Running the test suite on Windows 10 with emacs 27.1 from the command prompt produces the following results:

Ran 326 tests, 323 results as expected, 0 unexpected, 3 skipped (2021-03-12 22:00:11+0000, 603.840259 sec)

3 skipped results:
  SKIPPED  eldev-init-hg-1
  SKIPPED  eldev-init-svn-1
  SKIPPED  eldev-package-3

The tar tool is not preinstalled in earlier version of windows, so it is likely we need to mark more tests for skipping when this is not available.

Thank you

ikappaki commented 3 years ago

Reverted change#2 above, since I can't reproduce anymore, must have been due to a misconfiguration in my initial setup.

emacs 27.1 on windows 10:

Ran 326 tests, 323 results as expected, 0 unexpected, 3 skipped (2021-03-13 11:24:09+0000, 631.051384 sec)
3 skipped results:
  SKIPPED  eldev-init-hg-1
  SKIPPED  eldev-init-svn-1
  SKIPPED  eldev-package-3

emacs 26.3 on WSL ubuntu 20.4:

Ran 326 tests, 324 results as expected, 2 skipped (2021-03-13 11:36:27+0000)

2 skipped results:
  SKIPPED  eldev-init-hg-1
  SKIPPED  eldev-init-svn-1
doublep commented 3 years ago

Yes, in general I'd be interested. Can you maybe coordinate somehow with @juergenhoetzel, author of the unfinished PR #26, which also tries to add support for Windows, though with a PowerShell script rather than a .bat file?

A few general notes (I haven't looked into all details yet):

minus the EMACS_TTY

It controls whether coloring with ANSI escape code is enabled by default. I have no idea how this works on Windows (if at all), so it's up to you.

A (require 'cl-lib) has been introduced at the top-level of bin/boostrap.el.part.

Don't see this in the patch. I would like to avoid it, but if you say this is needed, so be it. Apparently it already implicitly included anyway: $ eldev eval "(featurep 'cl-lib)" prints t.

A new /eldev.el:eldev-script-name/ variable has been introduced to specify the name of the eldev script

Is it not possible to launch an executable by its name (i.e. without .bat) in Windows? If so, maybe the script could just pass its name through some new variable (like ELDEV_TTY is used) and also make it customizable by the user for who-knows-what-cases-it-might-be-needed? And if it is empty, fall back to OS-specific logic as now.

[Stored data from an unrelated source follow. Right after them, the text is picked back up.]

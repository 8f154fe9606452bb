"""Profiles along the train with read-out and switches."""

from __future__ import annotations

from reactorstage.report.page.along import along
from reactorstage.report.page.parts import Charts, Section, Words
from reactorstage.report.page.profiles import profile_charts
from reactorstage.report.page.subject import Subject

USE = (
    "Point at a chart, or move the slider with the arrow keys, to read every chart at one place of the "
    "train; switch beds and today's setting on and off."
)


def profiles(subject: Subject) -> Section | None:
    """Charts along the train; nothing where no bed was rated."""
    what = along(subject)
    if what is None:
        return None
    charts = Charts(profile_charts(what), controls=True)
    return Section("profiles", "Profiles along the train", (Words(USE, "screen"), charts))
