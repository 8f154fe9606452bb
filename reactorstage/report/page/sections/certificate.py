"""How sure the answer is: what speaks for it, other answers, how every start ended."""

from __future__ import annotations

from reactorstage.optimiser.programme import Programme
from reactorstage.optimiser.result import CANNOT, Optimum
from reactorstage.report.aim import Aim, aim_of
from reactorstage.report.certificate import answers_table, certificate, curvature_text, small
from reactorstage.report.changes import spoken
from reactorstage.report.display import brief, counted, fixed, readable, shown, unit
from reactorstage.report.page.parts import Block, Facts, Folded, Grid, Section
from reactorstage.report.page.subject import Search, Subject
from reactorstage.report.table import Column, Table, table

Fact = tuple[str, tuple[str, ...]]

NOTE = (
    "Answers are local ends of a gradient search from many starts; no proof is given that none is better. "
    "Residual: what is left of the optimality conditions, scaled. Curvature: the least second derivative "
    "along the limits at work, for one search range squared; a corner, held by as many limits as there are "
    "numbers, needs none."
)


def certified(subject: Subject) -> Section | None:
    """Nothing for a rating."""
    search = subject.search
    if search is None:
        return None
    aim, optimum = aim_of(subject.now), search.optimum
    blocks: list[Block] = [Facts(tuple(search_facts(search, aim)))]
    if optimum.answers and optimum.status != CANNOT:
        rated = (subject.now, *search.others)
        caption = f"{counted(len(optimum.answers), 'distinct answer')}, best first, {aim.heading}"
        blocks.append(Grid(answers_table(search.programme, optimum, rated, aim), caption, NOTE))
        blocks.append(Grid(settings_table(search.programme, optimum, aim), "Settings of every answer"))
    if optimum.starts:
        starts = Grid(starts_table(search, aim), "How each start ended")
        blocks.append(Folded("How each start ended", (starts,)))
    return Section("certificate", "How sure the answer is", tuple(blocks))


def search_facts(search: Search, aim: Aim) -> list[Fact]:
    """How the answer was found and what speaks for it, in numbers."""
    optimum = search.optimum
    ended = sum(start.answer >= 0 for start in optimum.starts)
    facts: list[Fact] = [
        (
            "Search",
            (
                f"{ended} of {len(optimum.starts)} starts ended at an answer, seed {search.seed}, "
                f"{optimum.evaluations} evaluations with exact derivatives",
            ),
        )
    ]
    if not optimum.answers:
        return facts
    found = certificate(optimum)
    facts.append(("Largest violation of a limit", (f"{brief(optimum.best.violation, 2)} of its scale",)))
    if optimum.status == CANNOT:
        return facts
    reached = f"{found.reached} of {counted(found.starts, 'start')}"
    curved = curvature_text(found.curvature, aim)
    facts.append(("Reached this answer", (reached,)))
    facts.append(("Optimality residual (Karush-Kuhn-Tucker)", (brief(found.residual, 2),)))
    facts.append(("Curvature", (curved[:1].upper() + curved[1:],)))
    if found.error is not None:
        facts.append(("Solving the beds more finely moves the aim by", (small(found.error, aim),)))
    return facts


def settings_table(programme: Programme, optimum: Optimum, aim: Aim) -> Table:
    """Free numbers of each answer and its aim."""
    user = [(k, number) for k, number in enumerate(programme.numbers) if not number.internal]
    last = f"aim, {aim.unit or 'its number'}"
    columns = [Column(("",), (*(spoken(number.name) for _, number in user), last), left=True)]
    for n, answer in enumerate(optimum.answers, 1):
        values = [_number(shown(float(answer.x[k]), number.kind)) for k, number in user]
        value = aim.value(answer.cost)
        aimed = fixed(value, 1) if aim.kind == "money rate" else readable(value)
        columns.append(Column((f"answer {n}",), (*values, aimed)))
    columns.append(Column(("",), (*(unit(number.kind) for _, number in user), ""), left=True))
    return table("SETTINGS OF EVERY ANSWER", columns)


def _number(value: float | None) -> str:
    return brief(None if value is None else round(value, 3), 4)


def starts_table(search: Search, aim: Aim) -> Table:
    """One row per start."""
    starts = search.optimum.starts
    return table("STARTS", [
        Column(("start",), tuple(start.name for start in starts), left=True),
        Column(("ended",), tuple(start.ended for start in starts), left=True),
        Column((f"aim, {aim.unit or 'its number'}",), tuple(brief(aim.value(s.cost), 6) for s in starts)),
        Column(("answer",), tuple(str(start.answer + 1) if start.answer >= 0 else "-" for start in starts)),
        Column(("iterations",), tuple(str(start.iterations) for start in starts)),
        Column(("evaluations",), tuple(str(start.evaluations) for start in starts)),
    ])  # fmt: skip
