"""What moves the answer: small steps of the numbers and constants of the case."""

from __future__ import annotations

from reactorstage.report.aim import aim_of
from reactorstage.report.drivers import drivers, drivers_table
from reactorstage.report.influence import FAINTEST, NOTE, says_something
from reactorstage.report.page.drivers import driver_chart
from reactorstage.report.page.parts import Charts, Folded, Grid, Section, Words
from reactorstage.report.page.subject import Subject

ON_CHART = 12
EVERY = 10_000


def influences(subject: Subject) -> Section | None:
    """A chart of the largest and a table of all; nothing for a rating or where no answer holds all limits."""
    found = () if subject.search is None else subject.search.influences
    if not says_something(found):
        return None
    aim, rows = aim_of(subject.now), drivers(found)
    drawn = [row for row in rows[:ON_CHART] if abs(row.change) > FAINTEST * abs(rows[0].change)]
    caption = f"Every parameter by what it does, {aim.heading}"
    blocks = (
        Words(f"{NOTE} Temperatures of heat levels and the size of vessels are not among them."),
        Charts((driver_chart(drawn, aim),)),
        Folded(caption, (Grid(drivers_table(found, aim, EVERY), caption),)),
    )
    return Section("drivers", "What moves the answer", blocks)
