"""Closure and the record of the solver: what a checker asks for."""

from __future__ import annotations

from reactorstage.report.display import brief, unit_set
from reactorstage.report.page.parts import Facts, Section
from reactorstage.report.page.subject import Subject
from reactorstage.report.result_json import versions
from reactorstage.train.result import Closed, Rating


def closure(subject: Subject) -> Section:
    """Balances, closures, work, versions and the hash of the case."""
    facts = (*balances(subject.now), *closures(subject.now.closed), *origin(subject))
    return Section("closure", "Closure and solver record", (Facts(facts),))


Fact = tuple[str, tuple[str, ...]]


def balances(rating: Rating) -> list[Fact]:
    """Relative errors over the whole train."""
    if rating.failure:
        return [("Balances", (f"not closed: {rating.failure}",))]
    return [
        ("Atoms over the whole train", (f"closed to {brief(rating.atoms, 2)} of what enters",)),
        ("Energy over the whole train", (f"closed to {brief(rating.energy, 2)} of the heat turned over",)),
        (
            "Integration",
            (
                f"Radau IIA of order 5, {rating.integration_steps} steps, "
                f"{rating.right_hand_sides} evaluations of the rates",
            ),
        ),
    ]


def closures(closed: Closed) -> list[Fact]:
    """How well exchangers and recycles agree with the rest of the train."""
    return [
        (f"Closure of {name}", (f"residual {brief(residual, 2)}, relative",))
        for name, residual in closed.residuals.items()
    ]


def origin(subject: Subject) -> list[Fact]:
    """Versions, hash, overrides, units."""
    case = subject.now.case
    return [
        ("Case", (case.name, f"SHA-256 of the case as resolved: {case.hash}")),
        ("Set for this run", subject.overrides or ("nothing",)),
        ("Units shown", (f"{unit_set().name}: {unit_set().words}",)),
        ("Versions", (", ".join(f"{name} {version}" for name, version in versions().items()),)),
    ]
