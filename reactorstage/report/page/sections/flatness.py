"""How flat the answer is: spans of every number, what may stay as it is, equal division, reaction orders."""

from __future__ import annotations

from reactorstage.optimiser.reasons import Flatness
from reactorstage.optimiser.result import CANNOT
from reactorstage.report import sentences
from reactorstage.report.aim import Aim, aim_of
from reactorstage.report.display import with_unit
from reactorstage.report.flatness import flat_table, left_alone_text
from reactorstage.report.page.parts import Block, Charts, Grid, Listing, Section, Words
from reactorstage.report.page.said import said
from reactorstage.report.page.spans import span_charts
from reactorstage.report.page.subject import Search, Subject
from reactorstage.report.understood import order_sentence, order_table

NOTE = (
    "Each span is that of one number with all others re-optimised inside all limits; a second span lies "
    "around another answer. The last column is what leaving that number as today costs."
)


def flatness(subject: Subject) -> Section | None:
    """Nothing for a rating and where no setting meets every limit."""
    search = subject.search
    if search is None or not search.optimum.answers or search.optimum.status == CANNOT:
        return None
    optimum, aim = search.optimum, aim_of(subject.now)
    blocks: list[Block] = []
    if optimum.flatness is not None and optimum.flatness.numbers:
        blocks += _spans(optimum.flatness, search, aim)
    texts = [said(sentences.equal_split_text(split, subject.now)) for split in optimum.equal_splits]
    blocks += [Listing(tuple(texts))] if texts else []
    orders = order_table(subject.seen)
    if orders.rows:
        title = f"Order of every reaction in {subject.seen.split_reactant}"
        blocks.append(Grid(orders, title, order_sentence(subject.seen)))
    return Section("flatness", "How flat the answer is", tuple(blocks)) if blocks else None


def _spans(flat: Flatness, search: Search, aim: Aim) -> list[Block]:
    ranges = {number.name: (number.low, number.high) for number in search.programme.numbers}
    within = with_unit(aim.number(flat.band), aim.unit)
    left = left_alone_text(flat, aim)
    return [
        Words(f"Within {within} of the best a setting counts as flat. {left}".strip()),
        Charts(span_charts(flat, ranges)),
        Grid(flat_table(flat, aim), f"Flat within {within}", NOTE),
    ]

I felt this to be a better solution even outside of windows because before temporary files were created in the original project directory due to symbolic linking, and thus I completely removed the symbolic functionality.

Please explain, I don't understand. Why not replace existing FIXME with actually copying? Symlinking (where it is supported) is faster, and this might be important when using local dependencies in "packaged" mode, since then packages get rebuilt implicitly and potentially frequently enough.

ikappaki commented 3 years ago

Yes, in general I'd be interested. Can you maybe coordinate somehow with @juergenhoetzel, author of the unfinished PR #26, which also tries to add support for Windows, though with a PowerShell script rather than a .bat file?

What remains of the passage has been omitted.